◆ **ASSIGNMENT**
The lines below that include the word "real" are to be reported.

◆ **DATA TO USE**
==========

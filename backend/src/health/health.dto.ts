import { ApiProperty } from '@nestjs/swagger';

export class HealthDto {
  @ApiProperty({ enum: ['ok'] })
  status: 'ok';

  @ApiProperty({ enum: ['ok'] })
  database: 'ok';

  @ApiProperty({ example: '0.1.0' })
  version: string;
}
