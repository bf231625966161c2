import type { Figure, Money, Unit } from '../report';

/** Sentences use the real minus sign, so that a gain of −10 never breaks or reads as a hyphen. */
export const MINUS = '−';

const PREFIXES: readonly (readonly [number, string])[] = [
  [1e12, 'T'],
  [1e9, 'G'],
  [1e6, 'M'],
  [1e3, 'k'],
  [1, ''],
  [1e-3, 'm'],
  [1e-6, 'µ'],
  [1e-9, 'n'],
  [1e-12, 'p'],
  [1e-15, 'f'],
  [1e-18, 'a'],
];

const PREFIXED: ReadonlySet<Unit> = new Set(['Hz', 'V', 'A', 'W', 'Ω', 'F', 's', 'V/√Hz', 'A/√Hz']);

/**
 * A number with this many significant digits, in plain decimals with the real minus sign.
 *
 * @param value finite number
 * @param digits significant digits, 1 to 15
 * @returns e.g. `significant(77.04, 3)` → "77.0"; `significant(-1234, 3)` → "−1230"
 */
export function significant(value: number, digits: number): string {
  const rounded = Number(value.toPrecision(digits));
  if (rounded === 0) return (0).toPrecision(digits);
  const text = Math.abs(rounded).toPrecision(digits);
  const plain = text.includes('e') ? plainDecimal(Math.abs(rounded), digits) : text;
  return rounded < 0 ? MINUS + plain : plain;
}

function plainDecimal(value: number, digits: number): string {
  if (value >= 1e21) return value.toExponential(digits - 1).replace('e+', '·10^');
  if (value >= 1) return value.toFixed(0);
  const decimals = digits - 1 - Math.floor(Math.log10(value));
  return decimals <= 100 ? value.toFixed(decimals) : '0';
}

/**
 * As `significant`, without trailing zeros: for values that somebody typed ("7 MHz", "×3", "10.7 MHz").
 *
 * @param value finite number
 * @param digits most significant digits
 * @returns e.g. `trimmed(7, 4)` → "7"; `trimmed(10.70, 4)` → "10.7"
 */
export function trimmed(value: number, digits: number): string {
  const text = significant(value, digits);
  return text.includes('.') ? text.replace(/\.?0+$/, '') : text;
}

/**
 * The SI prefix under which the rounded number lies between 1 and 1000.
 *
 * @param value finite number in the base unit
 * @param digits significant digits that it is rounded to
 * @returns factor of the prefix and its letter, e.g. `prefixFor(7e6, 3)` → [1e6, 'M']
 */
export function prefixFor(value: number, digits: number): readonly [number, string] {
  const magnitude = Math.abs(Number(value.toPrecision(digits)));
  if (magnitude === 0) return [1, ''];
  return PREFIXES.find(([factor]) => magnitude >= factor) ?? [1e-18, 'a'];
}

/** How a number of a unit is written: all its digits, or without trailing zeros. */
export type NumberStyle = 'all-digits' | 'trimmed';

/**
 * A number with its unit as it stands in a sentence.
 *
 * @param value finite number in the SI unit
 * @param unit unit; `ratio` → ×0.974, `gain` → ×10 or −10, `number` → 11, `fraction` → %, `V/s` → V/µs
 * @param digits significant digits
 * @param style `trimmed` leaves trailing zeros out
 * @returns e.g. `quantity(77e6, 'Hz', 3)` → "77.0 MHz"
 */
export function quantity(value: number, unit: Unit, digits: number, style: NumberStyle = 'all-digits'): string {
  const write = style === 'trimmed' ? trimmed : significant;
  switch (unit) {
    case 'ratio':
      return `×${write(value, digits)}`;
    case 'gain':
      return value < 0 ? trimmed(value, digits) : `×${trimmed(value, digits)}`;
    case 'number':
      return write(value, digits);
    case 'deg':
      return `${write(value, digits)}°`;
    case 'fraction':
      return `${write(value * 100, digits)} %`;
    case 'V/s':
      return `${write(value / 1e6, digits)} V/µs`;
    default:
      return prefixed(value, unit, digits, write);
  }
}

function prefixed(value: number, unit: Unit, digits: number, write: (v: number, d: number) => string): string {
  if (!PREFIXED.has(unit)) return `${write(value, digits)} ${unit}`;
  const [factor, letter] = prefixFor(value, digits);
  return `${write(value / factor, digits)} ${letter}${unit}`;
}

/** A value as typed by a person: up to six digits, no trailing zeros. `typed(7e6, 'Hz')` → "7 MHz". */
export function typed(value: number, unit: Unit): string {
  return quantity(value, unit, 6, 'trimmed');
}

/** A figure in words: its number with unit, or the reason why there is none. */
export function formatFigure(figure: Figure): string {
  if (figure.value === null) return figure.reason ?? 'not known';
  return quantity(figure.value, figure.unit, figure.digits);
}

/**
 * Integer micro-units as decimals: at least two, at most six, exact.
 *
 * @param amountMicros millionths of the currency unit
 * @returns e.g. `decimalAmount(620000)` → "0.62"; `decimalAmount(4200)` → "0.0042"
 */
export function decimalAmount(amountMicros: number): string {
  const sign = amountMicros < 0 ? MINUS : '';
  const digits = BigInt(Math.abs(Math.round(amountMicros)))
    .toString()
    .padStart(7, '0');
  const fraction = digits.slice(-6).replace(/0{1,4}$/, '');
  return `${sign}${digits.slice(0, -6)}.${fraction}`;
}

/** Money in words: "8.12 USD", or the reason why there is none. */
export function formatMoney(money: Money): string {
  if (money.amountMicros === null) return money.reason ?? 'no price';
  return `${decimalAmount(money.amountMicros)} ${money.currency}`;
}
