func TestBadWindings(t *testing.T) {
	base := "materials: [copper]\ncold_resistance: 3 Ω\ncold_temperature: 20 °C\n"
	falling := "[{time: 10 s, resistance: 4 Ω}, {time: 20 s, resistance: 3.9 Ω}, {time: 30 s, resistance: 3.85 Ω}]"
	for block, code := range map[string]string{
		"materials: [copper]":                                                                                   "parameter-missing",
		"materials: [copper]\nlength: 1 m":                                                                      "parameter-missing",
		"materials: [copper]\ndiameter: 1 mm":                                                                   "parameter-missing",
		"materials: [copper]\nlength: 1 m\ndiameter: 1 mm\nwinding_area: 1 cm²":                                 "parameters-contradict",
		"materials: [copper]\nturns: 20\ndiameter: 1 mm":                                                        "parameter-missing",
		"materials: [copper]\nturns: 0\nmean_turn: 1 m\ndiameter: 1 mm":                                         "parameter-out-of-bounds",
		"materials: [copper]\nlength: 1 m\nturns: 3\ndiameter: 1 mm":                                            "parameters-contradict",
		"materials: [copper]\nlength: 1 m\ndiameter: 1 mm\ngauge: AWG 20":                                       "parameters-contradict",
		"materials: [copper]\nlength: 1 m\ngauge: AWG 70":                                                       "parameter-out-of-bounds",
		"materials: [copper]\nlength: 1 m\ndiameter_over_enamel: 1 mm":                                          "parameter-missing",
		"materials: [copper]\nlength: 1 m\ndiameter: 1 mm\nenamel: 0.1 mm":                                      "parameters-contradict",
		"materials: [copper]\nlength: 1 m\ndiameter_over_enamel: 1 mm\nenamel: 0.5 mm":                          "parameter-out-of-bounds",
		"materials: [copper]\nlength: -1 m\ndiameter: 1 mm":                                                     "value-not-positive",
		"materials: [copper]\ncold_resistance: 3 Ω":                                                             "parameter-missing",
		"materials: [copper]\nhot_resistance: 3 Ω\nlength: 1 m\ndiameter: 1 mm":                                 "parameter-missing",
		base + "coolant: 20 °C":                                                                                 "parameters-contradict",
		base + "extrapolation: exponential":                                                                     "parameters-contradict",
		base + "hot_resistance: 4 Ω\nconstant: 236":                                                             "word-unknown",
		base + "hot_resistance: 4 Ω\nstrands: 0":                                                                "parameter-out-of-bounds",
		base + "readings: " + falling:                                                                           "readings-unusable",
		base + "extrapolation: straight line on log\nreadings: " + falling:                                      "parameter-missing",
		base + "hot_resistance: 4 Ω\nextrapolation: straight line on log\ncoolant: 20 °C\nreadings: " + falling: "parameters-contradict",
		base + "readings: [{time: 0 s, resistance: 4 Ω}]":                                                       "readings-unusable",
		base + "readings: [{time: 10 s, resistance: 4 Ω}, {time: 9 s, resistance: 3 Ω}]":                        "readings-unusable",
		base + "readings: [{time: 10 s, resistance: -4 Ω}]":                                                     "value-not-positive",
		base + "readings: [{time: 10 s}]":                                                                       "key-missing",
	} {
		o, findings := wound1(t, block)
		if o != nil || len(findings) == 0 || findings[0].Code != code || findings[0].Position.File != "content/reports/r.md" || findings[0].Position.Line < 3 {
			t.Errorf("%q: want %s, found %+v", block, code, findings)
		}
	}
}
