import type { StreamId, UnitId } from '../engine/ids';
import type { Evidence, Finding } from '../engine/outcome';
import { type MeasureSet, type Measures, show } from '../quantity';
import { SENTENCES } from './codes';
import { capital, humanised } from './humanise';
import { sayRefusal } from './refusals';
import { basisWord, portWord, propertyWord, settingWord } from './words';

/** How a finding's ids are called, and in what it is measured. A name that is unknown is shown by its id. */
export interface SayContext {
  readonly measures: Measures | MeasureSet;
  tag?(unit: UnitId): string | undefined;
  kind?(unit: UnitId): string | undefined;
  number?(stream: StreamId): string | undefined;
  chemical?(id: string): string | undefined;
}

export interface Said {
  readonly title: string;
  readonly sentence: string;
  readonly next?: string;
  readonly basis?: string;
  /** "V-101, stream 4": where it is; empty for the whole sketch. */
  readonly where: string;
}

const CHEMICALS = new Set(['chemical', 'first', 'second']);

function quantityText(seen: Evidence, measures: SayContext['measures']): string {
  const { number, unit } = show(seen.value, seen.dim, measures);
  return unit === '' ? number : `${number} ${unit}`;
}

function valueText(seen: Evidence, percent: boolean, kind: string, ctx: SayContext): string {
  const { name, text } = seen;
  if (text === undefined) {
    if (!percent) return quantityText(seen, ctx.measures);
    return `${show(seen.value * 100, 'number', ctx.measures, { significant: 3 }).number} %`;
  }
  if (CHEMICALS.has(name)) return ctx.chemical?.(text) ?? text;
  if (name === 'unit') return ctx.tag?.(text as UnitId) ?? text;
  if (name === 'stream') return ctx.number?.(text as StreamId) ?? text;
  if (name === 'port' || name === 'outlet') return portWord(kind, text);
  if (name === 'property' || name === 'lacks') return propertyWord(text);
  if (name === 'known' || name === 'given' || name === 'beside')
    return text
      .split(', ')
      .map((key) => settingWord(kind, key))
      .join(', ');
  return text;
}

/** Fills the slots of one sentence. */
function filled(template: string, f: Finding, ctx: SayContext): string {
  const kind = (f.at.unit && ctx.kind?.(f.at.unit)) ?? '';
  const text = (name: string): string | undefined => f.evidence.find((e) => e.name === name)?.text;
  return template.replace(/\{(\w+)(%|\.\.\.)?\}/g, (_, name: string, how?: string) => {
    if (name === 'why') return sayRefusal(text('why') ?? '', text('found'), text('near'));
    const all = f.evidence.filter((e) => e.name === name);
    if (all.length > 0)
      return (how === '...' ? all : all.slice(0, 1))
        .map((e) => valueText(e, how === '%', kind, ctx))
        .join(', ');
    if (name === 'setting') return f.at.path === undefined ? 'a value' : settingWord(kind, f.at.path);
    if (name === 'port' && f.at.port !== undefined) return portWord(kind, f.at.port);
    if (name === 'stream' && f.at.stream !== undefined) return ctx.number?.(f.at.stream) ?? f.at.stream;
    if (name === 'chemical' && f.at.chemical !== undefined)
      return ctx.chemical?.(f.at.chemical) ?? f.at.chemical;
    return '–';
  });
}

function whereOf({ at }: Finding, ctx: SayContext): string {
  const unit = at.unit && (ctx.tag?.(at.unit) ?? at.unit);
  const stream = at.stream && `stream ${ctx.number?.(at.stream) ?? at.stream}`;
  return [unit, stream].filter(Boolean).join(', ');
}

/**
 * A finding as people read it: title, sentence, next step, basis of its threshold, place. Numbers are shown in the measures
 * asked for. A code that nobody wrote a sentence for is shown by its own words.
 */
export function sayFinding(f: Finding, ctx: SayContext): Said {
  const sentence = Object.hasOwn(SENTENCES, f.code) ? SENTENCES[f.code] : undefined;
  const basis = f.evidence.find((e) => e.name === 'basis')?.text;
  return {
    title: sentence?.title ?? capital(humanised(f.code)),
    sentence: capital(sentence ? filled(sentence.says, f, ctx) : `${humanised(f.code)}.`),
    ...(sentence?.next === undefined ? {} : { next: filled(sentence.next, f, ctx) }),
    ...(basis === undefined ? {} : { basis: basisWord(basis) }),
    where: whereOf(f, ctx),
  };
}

==========

◆ **EXERCISE SOLUTION**
/** Sentences use the real minus sign, so that a gain of −10 never breaks or reads as a hyphen. */
 * A number with this many significant digits, in plain decimals with the real minus sign.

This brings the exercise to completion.